What is being asked → Would you transcribe each of the entries exactly, with nothing added or dropped?

Source records:

....

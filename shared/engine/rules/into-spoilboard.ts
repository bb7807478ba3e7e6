import { LIMIT_SLACK } from '../geometry/tolerance';
import { boxPrism, cylinderPrism, meetingRegion, boundsOf, type Prism } from '../geometry/prism';
import { openSpan } from '../geometry/span';
import { findSpan, isApart } from '../geometry/sweep';
import type { MachineState, Motion } from '../interpreter/events';
import type { Machine } from '../shop/setup';
import { figure, text } from './finding-data';
import { isPlaced, movedWords } from './placing';
import { defineRule } from './rule';

/** The tip goes deeper into the spoilboard than the shop allows. */
export const intoSpoilboard = defineRule({
  id: 'into-spoilboard',
  group: 'travel-and-clearance',
  title: 'The tip goes too deep into the spoilboard',
  severity: 'stop',
  protects: 'The spoilboard, the table under it, and the cutter.',
  explanation:
    'The tip stands its tool’s real gauge length under the gauge point, whatever the length offset says, so a wrong offset shows here as a wrong depth. At feed it may go into the board by the allowance; a rapid may not touch the board at all, except straight up and inside a cycle’s own hole. Probing is left out. A tool that is not in the tool list is judged by its length offset; with neither, nothing is known of its tip.',
  examples: {
    bad: 'G21 G90 G17 G54\nT1 M6\nS18000 M3\nG43 H1\nG0 X100 Y100 Z5\nG1 Z-20 F1000\nM30',
    good: 'G21 G90 G17 G54\nT1 M6\nS18000 M3\nG43 H1\nG0 X100 Y100 Z5\nG1 Z-18.5 F1000\nM30',
  },
  word: (data, lengths) => ({
    message:
      text(data, 'kind') === 'rapid'
        ? `The tip goes ${lengths.length(figure(data, 'deep'))} into the spoilboard at rapid.`
        : `The tip goes ${lengths.length(figure(data, 'deep'))} into the spoilboard, ${lengths.length(figure(data, 'by'))} more than the ${lengths.length(figure(data, 'allowance'))} allowed.`,
    advice:
      text(data, 'kind') === 'rapid'
        ? 'Retract above the board before this rapid.'
        : `Cut at least ${lengths.length(figure(data, 'by'))} less deep, or check the height of work zero, the stock’s thickness and the tool’s measured length.`,
  }),
  observe: (shop, report) => {
    const board = shop.setup.machine.spoilboard;
    if (!board) return {};
    const over = openBoardRegion(board);
    const span = openSpan();
    const reference = shop.setup.controller.lengthReference;
    return {
      quiet({ feed, rapid }, state) {
        const drop = dropOf(state, reference);
        if (drop === 0) return;
        feed.above(board.top - board.allowance + drop);
        rapid.above(board.top + drop);
      },
      motion(motion, state) {
        const drop = dropOf(state, reference);
        // The fast test: a motion that stays above the board is none of our business.
        if (motion.minZ - drop >= board.top - LIMIT_SLACK || drop === 0) return;
        const allowance = allowanceFor(motion, board.allowance);
        if (allowance === undefined || !isPlaced(motion, state)) return;
        if (!over.isMet(motion, state, drop, span)) return;
        const deep = board.top - (span.lowest - drop);
        const by = deep - allowance;
        if (by <= LIMIT_SLACK) return;
        report.found(
          {
            cause: allowance === 0 ? 'rapid' : 'deep',
            by,
            at: state.place(movedWords(motion)),
            data: { kind: allowance === 0 ? 'rapid' : 'feed', deep, by, allowance, top: board.top },
          },
          state,
        );
      },
    };
  },
});

/** How far the tip is under the gauge point; 0 when neither tool nor offset says. */
function dropOf(state: MachineState, reference: number): number {
  const { tool } = state.held;
  if (tool) return tool.gaugeLength;
  return state.lengthOffset === 0 ? 0 : state.lengthOffset + reference;
}

/** Depth allowed to a motion of this kind; undefined: it is not judged. */
function allowanceFor(motion: Motion, allowance: number): number | undefined {
  if (motion.by === 'change' || motion.kind === 'probe') return undefined;
  if (motion.kind !== 'rapid' || motion.inHole) return allowance;
  const isLifting =
    motion.fromX === motion.toX && motion.fromY === motion.toY && motion.fromZ <= motion.toZ;
  return isLifting ? undefined : 0;
}

/** Where the gauge point brings the tip below the board's top, over the board. */
function openBoardRegion(board: NonNullable<Machine['spoilboard']>) {
  const area = board.area
    ? boxPrism({ min: board.area.min, max: { ...board.area.max, z: board.top } })
    : boxPrism({ min: {}, max: { z: board.top } });
  let region: Prism = area;
  let bounds: Prism = area;
  let placedDrop = NaN;
  let radius = NaN;
  return {
    isMet(motion: Motion, state: MachineState, drop: number, span: ReturnType<typeof openSpan>) {
      const wide = (state.held.tool?.diameter ?? 0) / 2;
      if (drop !== placedDrop || wide !== radius) {
        placedDrop = drop;
        radius = wide;
        region = meetingRegion(area, cylinderPrism({ x: 0, y: 0 }, wide, [-drop, Infinity]));
        bounds = boundsOf(region);
      }
      return !isApart(motion, bounds) && findSpan(motion, region, span);
    },
  };
}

....

Output below →
filename shared/engine/rules/into-spoilboard.ts
repository bb7807478ba3e7e6
import { LIMIT_SLACK } from '../geometry/tolerance';
import { boxPrism, cylinderPrism, meetingRegion, boundsOf, type Prism } from '../geometry/prism';
import { openSpan } from '../geometry/span';
import { findSpan, isApart } from '../geometry/sweep';
import type { MachineState, Motion } from '../interpreter/events';
import type { Machine } from '../shop/setup';
import { figure, text } from './finding-data';
import { isPlaced, movedWords } from './placing';
import { defineRule } from './rule';

/** The tip goes deeper into the spoilboard than the shop allows. */
export const intoSpoilboard = defineRule({
  id: 'into-spoilboard',
  group: 'travel-and-clearance',
  title: 'The tip goes too deep into the spoilboard',
  severity: 'stop',
  protects: 'The spoilboard, the table under it, and the cutter.',
  explanation:
    'The tip stands its tool’s real gauge length under the gauge point, whatever the length offset says, so a wrong offset shows here as a wrong depth. At feed it may go into the board by the allowance; a rapid may not touch the board at all, except straight up and inside a cycle’s own hole. Probing is left out. A tool that is not in the tool list is judged by its length offset; with neither, nothing is known of its tip.',
  examples: {
    bad: 'G21 G90 G17 G54\nT1 M6\nS18000 M3\nG43 H1\nG0 X100 Y100 Z5\nG1 Z-20 F1000\nM30',
    good: 'G21 G90 G17 G54\nT1 M6\nS18000 M3\nG43 H1\nG0 X100 Y100 Z5\nG1 Z-18.5 F1000\nM30',
  },
  word: (data, lengths) => ({
    message:
      text(data, 'kind') === 'rapid'
        ? `The tip goes ${lengths.length(figure(data, 'deep'))} into the spoilboard at rapid.`
        : `The tip goes ${lengths.length(figure(data, 'deep'))} into the spoilboard, ${lengths.length(figure(data, 'by'))} more than the ${lengths.length(figure(data, 'allowance'))} allowed.`,
    advice:
      text(data, 'kind') === 'rapid'
        ? 'Retract above the board before this rapid.'
        : `Cut at least ${lengths.length(figure(data, 'by'))} less deep, or check the height of work zero, the stock’s thickness and the tool’s measured length.`,
  }),
  observe: (shop, report) => {
    const board = shop.setup.machine.spoilboard;
    if (!board) return {};
    const over = openBoardRegion(board);
    const span = openSpan();
    const reference = shop.setup.controller.lengthReference;
    return {
      quiet({ feed, rapid }, state) {
        const drop = dropOf(state, reference);
        if (drop === 0) return;
        feed.above(board.top - board.allowance + drop);
        rapid.above(board.top + drop);
      },
      motion(motion, state) {
        const drop = dropOf(state, reference);
        // The fast test: a motion that stays above the board is none of our business.
        if (motion.minZ - drop >= board.top - LIMIT_SLACK || drop === 0) return;
        const allowance = allowanceFor(motion, board.allowance);
        if (allowance === undefined || !isPlaced(motion, state)) return;
        if (!over.isMet(motion, state, drop, span)) return;
        const deep = board.top - (span.lowest - drop);
        const by = deep - allowance;
        if (by <= LIMIT_SLACK) return;
        report.found(
          {
            cause: allowance === 0 ? 'rapid' : 'deep',
            by,
            at: state.place(movedWords(motion)),
            data: { kind: allowance === 0 ? 'rapid' : 'feed', deep, by, allowance, top: board.top },
          },
          state,
        );
      },
    };
  },
});

/** How far the tip is under the gauge point; 0 when neither tool nor offset says. */
function dropOf(state: MachineState, reference: number): number {
  const { tool } = state.held;
  if (tool) return tool.gaugeLength;
  return state.lengthOffset === 0 ? 0 : state.lengthOffset + reference;
}

/** Depth allowed to a motion of this kind; undefined: it is not judged. */
function allowanceFor(motion: Motion, allowance: number): number | undefined {
  if (motion.by === 'change' || motion.kind === 'probe') return undefined;
  if (motion.kind !== 'rapid' || motion.inHole) return allowance;
  const isLifting =
    motion.fromX === motion.toX && motion.fromY === motion.toY && motion.fromZ <= motion.toZ;
  return isLifting ? undefined : 0;
}

/** Where the gauge point brings the tip below the board's top, over the board. */
function openBoardRegion(board: NonNullable<Machine['spoilboard']>) {
  const area = board.area
    ? boxPrism({ min: board.area.min, max: { ...board.area.max, z: board.top } })
    : boxPrism({ min: {}, max: { z: board.top } });
  let region: Prism = area;
  let bounds: Prism = area;
  let placedDrop = NaN;
  let radius = NaN;
  return {
    isMet(motion: Motion, state: MachineState, drop: number, span: ReturnType<typeof openSpan>) {
      const wide = (state.held.tool?.diameter ?? 0) / 2;
      if (drop !== placedDrop || wide !== radius) {
        placedDrop = drop;
        radius = wide;
        region = meetingRegion(area, cylinderPrism({ x: 0, y: 0 }, wide, [-drop, Infinity]));
        bounds = boundsOf(region);
      }
      return !isApart(motion, bounds) && findSpan(motion, region, span);
    },
  };
}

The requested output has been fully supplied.